Fans no longer follow teams, they follow players
Creatives are going out on their own to build their own brands.
Programming note: We’re taking next week to have a break and to work on a new publishing structure. Our next issue will be on Thursday September 12, 2024. Happy Labor Day, Y’all!
A few days ago, Becca Farsace posted a video on her YouTube channel announcing that she had left The Verge and gave her reasons for doing so.
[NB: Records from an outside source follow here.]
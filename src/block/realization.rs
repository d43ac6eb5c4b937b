//! The result of a campaign: determinations of one artefact by a primary method, combined.

use super::engine::{Block, Engine, shorten};
use super::field::{Field, Shape, needed, optional};
use super::fields::Fields;
use super::weight::Weight;
use super::{BlockKind, Output};
use crate::diagnostic::{Code, Complaints, Problem};
use crate::graph::{Basis, Quantity, Sensitivities, sensitivities, standard_uncertainty, unshared_variances};
use crate::intake::Place;
use crate::method::campaign_mean::{self, Between, CampaignMean};
use crate::method::statistic::{Statistic, brief};
use crate::method::{consistency, unit};
use crate::quantity::{Dimension, Kind, print_standard};
use crate::record::Text;
use std::sync::Arc;

const EXCLUDED_FIELDS: &[Field] = &[
    needed("result", Shape::Text, "the result left out, such as D7.mass"),
    optional("rule", Shape::Name, "the rule it was left out by"),
    optional("reason", Shape::Text, "why, in words"),
];

const METHOD_FIELDS: &[Field] = &[
    needed("primary", Shape::Choice(&["Kibble balance", "X-ray crystal density"]), "the primary method"),
    optional("description", Shape::Text, "where the apparatus and its budget are described, reviewed by peers"),
    optional("stability", Shape::Text, "the evidence of long-term stability"),
];

const MEASURAND_FIELDS: &[Field] = &[
    needed("state", Shape::Choice(&["vacuum", "air"]), "what surrounds the artefact"),
    optional("temperature", Shape::Value(Kind::Temperature), "the temperature the result holds at"),
    optional("pressure", Shape::Value(Kind::Pressure), "the pressure it was realized at"),
    optional("after", Shape::Text, "time after cleaning or pumping down"),
];

const EVENT_FIELDS: &[Field] =
    &[needed("date", Shape::Date, "the day"), needed("event", Shape::Text, "cleaning, transport, change of pressure")];

const CHECK_FIELDS: &[Field] = &[
    needed("check", Shape::Text, "what was checked"),
    needed("date", Shape::Date, "the day of the check"),
    optional("due", Shape::Date, "the day until which it holds"),
    needed("found", Shape::Text, "what was found"),
];

const EARLIER_FIELDS: &[Field] = &[
    needed("mass", Shape::Value(Kind::Mass), "the earlier result of the same experiment"),
    needed("date", Shape::Date, "its date"),
    needed("correlation", Shape::Number, "its correlation coefficient with the present result"),
    optional("source", Shape::Text, "where it was reported"),
];

const DISSEMINATION_FIELDS: &[Field] = &[
    needed("basis", Shape::Text, "the unit basis used for dissemination"),
    needed("shift", Shape::Value(Kind::MassDifference), "value on that basis less the realized value"),
    optional("source", Shape::Text, "where the basis is laid down"),
];

const DRIFT_FIELDS: &[Field] = &[
    needed("to", Shape::Date, "the day the standard is used"),
    needed("change", Shape::Value(Kind::MassDifference), "its change since the realization"),
    optional("source", Shape::Text, "what the change rests on"),
];

const BLIND_FIELDS: &[Field] = &[
    needed("held_by", Shape::Text, "who held the offset, by role"),
    needed("opened", Shape::Date, "the day it was opened"),
    needed("changed_afterwards", Shape::Text, "what was changed afterwards, or nothing"),
];

const SUBMITTED_FIELDS: &[Field] = &[
    needed("date", Shape::Date, "the day the value was handed in"),
    needed("mass", Shape::Value(Kind::Mass), "the value as handed in, with its standard uncertainty"),
    optional("to", Shape::Text, "to whom, by role"),
];

const LEFT_OUT_FIELDS: &[Field] = &[
    needed("row", Shape::Text, "the row of the list of contents, such as R19"),
    needed("reason", Shape::Text, "why it does not apply"),
];

const INDEPENDENT_FIELDS: &[Field] = &[
    needed("mass", Shape::Value(Kind::Mass), "the mass of the artefact from another source"),
    optional("source", Shape::Text, "where it comes from"),
];

/// The result of a campaign.
pub static KIND: BlockKind = BlockKind {
    name: "realization",
    meaning: "determinations of one artefact by a primary method, combined into the result of a campaign",
    fields: &[
        optional("label", Shape::Text, "what is printed for it"),
        needed("artefact", Shape::Name, "the mass standard"),
        needed("determinations", Shape::Results, "every result of the campaign, such as D1.mass"),
        optional("excluded", Shape::Mappings(EXCLUDED_FIELDS), "results left out, with rule and reason"),
        needed(
            "combination",
            Shape::Choice(&["equal weights", "own uncertainties", "Paule-Mandel", "DerSimonian-Laird"]),
            "how the determinations are weighted",
        ),
        optional("rejection_rule", Shape::Name, "the rule for leaving out runs, dated before them"),
        needed("method", Shape::Mapping(METHOD_FIELDS), "the primary method"),
        needed("measurand", Shape::Mapping(MEASURAND_FIELDS), "the conditions the result holds under"),
        optional("basis", Shape::Text, "the name of the unit basis of the result; own realization unless written"),
        optional("auxiliary", Shape::Results, "inputs of the kind mass that are no reference, such as a tare"),
        optional("history", Shape::Mappings(EVENT_FIELDS), "what happened to the artefact"),
        optional("maintenance", Shape::Mappings(CHECK_FIELDS), "checks between realizations"),
        optional("independent_mass", Shape::Mapping(INDEPENDENT_FIELDS), "for the consistency of h"),
        optional("earlier_result", Shape::Mapping(EARLIER_FIELDS), "the result of the realization before"),
        optional("drift", Shape::Mapping(DRIFT_FIELDS), "change of the standard between realization and use"),
        optional("dissemination", Shape::Mapping(DISSEMINATION_FIELDS), "the basis on which the value is handed on"),
        optional("blind_offset", Shape::Mapping(BLIND_FIELDS), "an offset hidden during the analysis"),
        optional("submitted", Shape::Mapping(SUBMITTED_FIELDS), "the value handed in to a comparison; it is frozen"),
        optional("archive", Shape::Text, "where the data are kept"),
        optional("handling", Shape::Text, "notes on safety and transport that travel with the artefact"),
        optional("left_out", Shape::Mappings(LEFT_OUT_FIELDS), "rows of contents that do not apply, with reason"),
    ],
    outputs: &[
        Output { path: "mass", meaning: "mass of the artefact, mean of the determinations used", unit: "kg" },
        Output { path: "relative_deviation", meaning: "departure from the nominal mass, relative", unit: "1" },
        Output { path: "with_excluded.mass", meaning: "the same with the excluded determinations kept", unit: "kg" },
        Output { path: "chi_square", meaning: "chi-square of the determinations used", unit: "1" },
        Output { path: "birge_ratio", meaning: "Birge ratio of the determinations used", unit: "1" },
        Output { path: "between", meaning: "standard deviation between determinations", unit: "µg" },
        Output { path: "trend", meaning: "slope of the determinations over time", unit: "µg d⁻¹" },
        Output { path: "planck_ratio_departure", meaning: "ratio of the h found to the exact h, less one", unit: "1" },
        Output { path: "planck_ratio_e_n", meaning: "its E_n with k = 2", unit: "1" },
        Output { path: "change", meaning: "result less the earlier result", unit: "µg" },
        Output { path: "change_e_n", meaning: "its E_n with k = 2, correlation included", unit: "1" },
        Output { path: "mass_in_use", meaning: "mass on the day of use, drift included", unit: "kg" },
        Output { path: "disseminated_mass", meaning: "mass on the basis used for dissemination", unit: "kg" },
    ],
    check,
    build: |engine, block| {
        let _ = Work::start(shorten(engine), block).and_then(Work::finish);
    },
};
I have huge respect for Becca and it was a privilege to work with her. She is a huge creative talent, and I am excited to see her take this step. I found her video incredibly moving, especially the part where she outlined the negative impact COVID-19 had on her.
As an Old, I personally love working remotely. I live in a bucolic little Connecticut down a couple of hours away from the hubbub of New York and rarely need to go into the city these days.
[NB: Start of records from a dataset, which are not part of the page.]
// How likely it is that the criteria hold, given how far each level may be off: an ensemble of what the true wind may
// have been, each member judged by the same engine as the levels themselves. An ensemble rather than a formula, because
// the criteria pick maxima and walk to minima: no distribution of those is known in closed form. Its random numbers are
// fixed and come in pairs of opposite sign, so that equal profiles have equal confidence.

import type { WindColumn } from '../profile/index.ts';
import { basinsOf, type Basin } from './basins.ts';
import { between, type Cut } from './column.ts';
import type { Criteria } from './criteria.ts';
import { NORMAL } from './normal.ts';
import {
  categoryOf,
  findNosesInto,
  noseColumn,
  noseList,
  RISE_FACTOR,
  type NoseColumn,
  type NoseList,
} from './nose.ts';
import { fitPosteriorInto, posterior, sampleQuad, samplesInto, type Posterior, type SampleQuad } from './posterior.ts';
import type { UncertaintyOrigin } from './uncertainty.ts';

/** What the members of the ensemble found. */
export interface Verdict {
  /** Share of members with a jet of at least this category, by category. */
  readonly atLeast: readonly number[];
  /** By basin, in the order given. */
  readonly basins: readonly BasinVerdict[];
}

export interface BasinVerdict {
  readonly basin: Basin;
  /** Share of members that have a nose meeting the criteria in this stretch. */
  readonly confidence: number;
  /** Standard deviation of the height of the greatest speed in the stretch, m; the spacing of the levels is part of it. */
  readonly heightSpread: number;
  /** The same of the greatest speed itself, m/s. */
  readonly speedSpread: number;
}

/** Working space of the ensemble, reused from profile to profile. */
export interface Ensemble {
  readonly fit: Posterior;
  /** Members, m/s by level: two pairs. */
  samples: SampleQuad;
  readonly column: NoseColumn;
  readonly list: NoseList;
}

export function ensemble(): Ensemble {
  return { fit: posterior(), samples: sampleQuad(256), column: noseColumn(), list: noseList() };
}

/** Pairs of members; 64 pairs leave a standard error of at most 0.044. */
export const MEMBER_PAIRS = 64;
/** Distance in the table of normal numbers between members. */
const STRIDE = 1021;

/**
 * Judges an ensemble of possible true winds.
 * @param wind the usable levels, uncertainties complete, as they were before the cut
 * @param judged the column cut from them; its heights, uncertainties and reach are used
 */
export function judgeEnsemble(
  wind: WindColumn,
  judged: NoseColumn,
  cut: Cut,
  criteria: Criteria,
  origin: UncertaintyOrigin,
  pairs: number,
  work: Ensemble,
): Verdict {
  const { fit, column, list } = work;
  const levels = cut.ceilingShare >= 0 ? cut.kept + 1 : cut.kept;
  fitPosteriorInto(wind, levels, origin, fit);
  if (work.samples[0].length < levels) work.samples = sampleQuad(2 * levels);
  const { mean } = fit;
  if (column.heightAgl.length < judged.count) Object.assign(column, noseColumn(2 * judged.count));
  column.count = judged.count;
  column.reachesCeiling = judged.reachesCeiling;
  column.heightAgl.set(judged.heightAgl.subarray(0, judged.count));
  const tolerated = toleratedRise(criteria);
  for (let k = 0; k < judged.count; k++) column.uncertainty[k] = tolerated * fit.uncertainty[Math.min(k, levels - 1)]!;
  const asked = askedOfMembers(criteria);
  const basins = basinsOf(fit.mean, fit.uncertainty, cut.kept);
  const tallies = basins.map(() => ({ hits: 0, height: 0, heightSquare: 0, speed: 0, speedSquare: 0 }));
  const counts = new Array<number>(criteria.categories.length).fill(0);
  const members = 2 * pairs;
  const { kept } = cut;
  for (let member = 0; member < members; member++) {
    const which = (member & 3) as 0 | 1 | 2 | 3;
    if (which === 0) samplesInto(fit, NORMAL, (member >> 1) * STRIDE, STRIDE, work.samples);
    const speed = work.samples[which];
    column.speed = speed;
    if (cut.ceilingShare >= 0) speed[kept] = between(speed[kept - 1]!, speed[kept]!, cut.ceilingShare);
    findNosesInto(column, asked, list);
    let best = -1;
    let hit = 0;
    for (let i = 0; i < list.count; i++) {
      const category = categoryOf(column, asked, list, i);
      if (category < 0) continue;
      best = Math.max(best, category);
      hit |= 1 << basinAt(basins, list.nose[i]!);
    }
    for (let k = 0; k <= best; k++) counts[k]!++;
    for (let i = 0; i < basins.length; i++) {
      const basin = basins[i]!;
      const tally = tallies[i]!;
      if ((hit & (1 << i)) !== 0) tally.hits++;
      const nose = strongestOf(speed, basin);
      // Around the smooth curve's own nose, so that squares stay small.
      const higher = column.heightAgl[nose]! - column.heightAgl[basin.nose]!;
      const faster = speed[nose]! - mean[basin.nose]!;
      tally.height += higher;
      tally.heightSquare += higher * higher;
      tally.speed += faster;
      tally.speedSquare += faster * faster;
    }
  }
  const spread = (sum: number, squares: number): number =>
    Math.sqrt(Math.max(0, squares / members - (sum / members) ** 2));
  return {
    atLeast: counts.map((count) => count / members),
    basins: basins.map((basin, i) => {
      const { hits, height, heightSquare, speed, speedSquare } = tallies[i]!;
      return {
        basin,
        confidence: hits / members,
        heightSpread: Math.hypot(spread(height, heightSquare), betweenLevels(column.heightAgl, basin.nose)),
        speedSpread: spread(speed, speedSquare),
      };
    }),
  };
}

/**
 * Members are smoother than the levels but keep some of their wiggles. For a fall-off as shallow as 2 m/s these would end
 * the fall too soon: there a rise within so many uncertainties of the levels does not. Found on simulated nights, where
 * confidence is then right about as often as it says (test/jet/nights.test.ts).
 */
const TOLERATED_RISE = 0.4;
const SHALLOW_FALLOFF = 4;

function toleratedRise(criteria: Criteria): number {
  return criteria.categories[0]!.falloff < SHALLOW_FALLOFF ? TOLERATED_RISE / RISE_FACTOR : 0;
}

/** The criteria as put to members: their first minimum tolerates such rises. */
function askedOfMembers(criteria: Criteria): Criteria {
  if (criteria.falloffTo !== 'first-minimum') return criteria;
  return { ...criteria, falloffTo: 'risen-minimum', endingRise: 'uncertainty' };
}

/** Which basin a level belongs to; 31, which no basin has, where it belongs to none. */
function basinAt(basins: readonly Basin[], level: number): number {
  for (let i = 0; i < basins.length && i < 31; i++)
    if (level >= basins[i]!.lowest && level <= basins[i]!.highest) return i;
  return 31;
}

/** Standard deviation of a height known to lie within the half ways to the levels around, m: even odds in between. */
function betweenLevels(heightAgl: Float64Array, nose: number): number {
  return (heightAgl[nose + 1]! - heightAgl[nose - 1]!) / 2 / Math.sqrt(12);
}

function strongestOf(speed: Float64Array, { lowest, highest }: Basin): number {
  let strongest = lowest;
  let most = speed[lowest]!;
  for (let k = lowest + 1; k <= highest; k++) {
    if (speed[k]! > most) {
      most = speed[k]!;
      strongest = k;
    }
  }
  return strongest;
}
But Becca’s video drove home how privileged I am. She makes it poignantly clear just how hard it was for her and the younger generation of creatives who suddenly found themselves working in isolation from their colleagues, alone in their kitchens and bedrooms—often in tiny apartments. Becca drives the point home that remote work has had lasting effects on those who need to collaborate in person, and she reminded me that I need to be more cognizant of that fact.
Her video also reminded me of the many other video creators I have seen leave The Verge and Vox Media to strike out on their own: Brian David Gilbert, whom I genuinely consider one of the most creative people I have ever met, left Polygon at the end of 2020 to go independent and has well over a million followers on his YouTube channel—Beautiful Mind, his collaboration with Tom Cardy is a work of utter genius, not to mention his myriad other projects too. Cleo Abram, who presented the Vox dot com show on Quibi (RIP), now has her own YouTube channel with over 3.5 million subscribers—her video with the Red Bull F1 team shows just how much access and power individual creators have today, and deservedly so. And Joss Fong, the former mainstay of the Vox dot com YouTube channel, recently launched her own YouTube channel, Howtown, with Adam Cole.
I have written before about how I see the trend in sports of younger people moving away from following teams to following individual players as an incredibly apt metaphor for what’s happening in media: video creators like Becca, and journalists like Casey Newtown (also ex-Verge), even Ross and I, building their own micro-media companies or YouTube channels, and finding audiences outside a larger, more established publication or conglomerate. Of course, many independent creators like MKBHD already command audiences that many corporate-powered media brands can only dream of. But I truly hope that creators like Becca experience the same level of influence and success as some of her other ex-Vox Media colleagues.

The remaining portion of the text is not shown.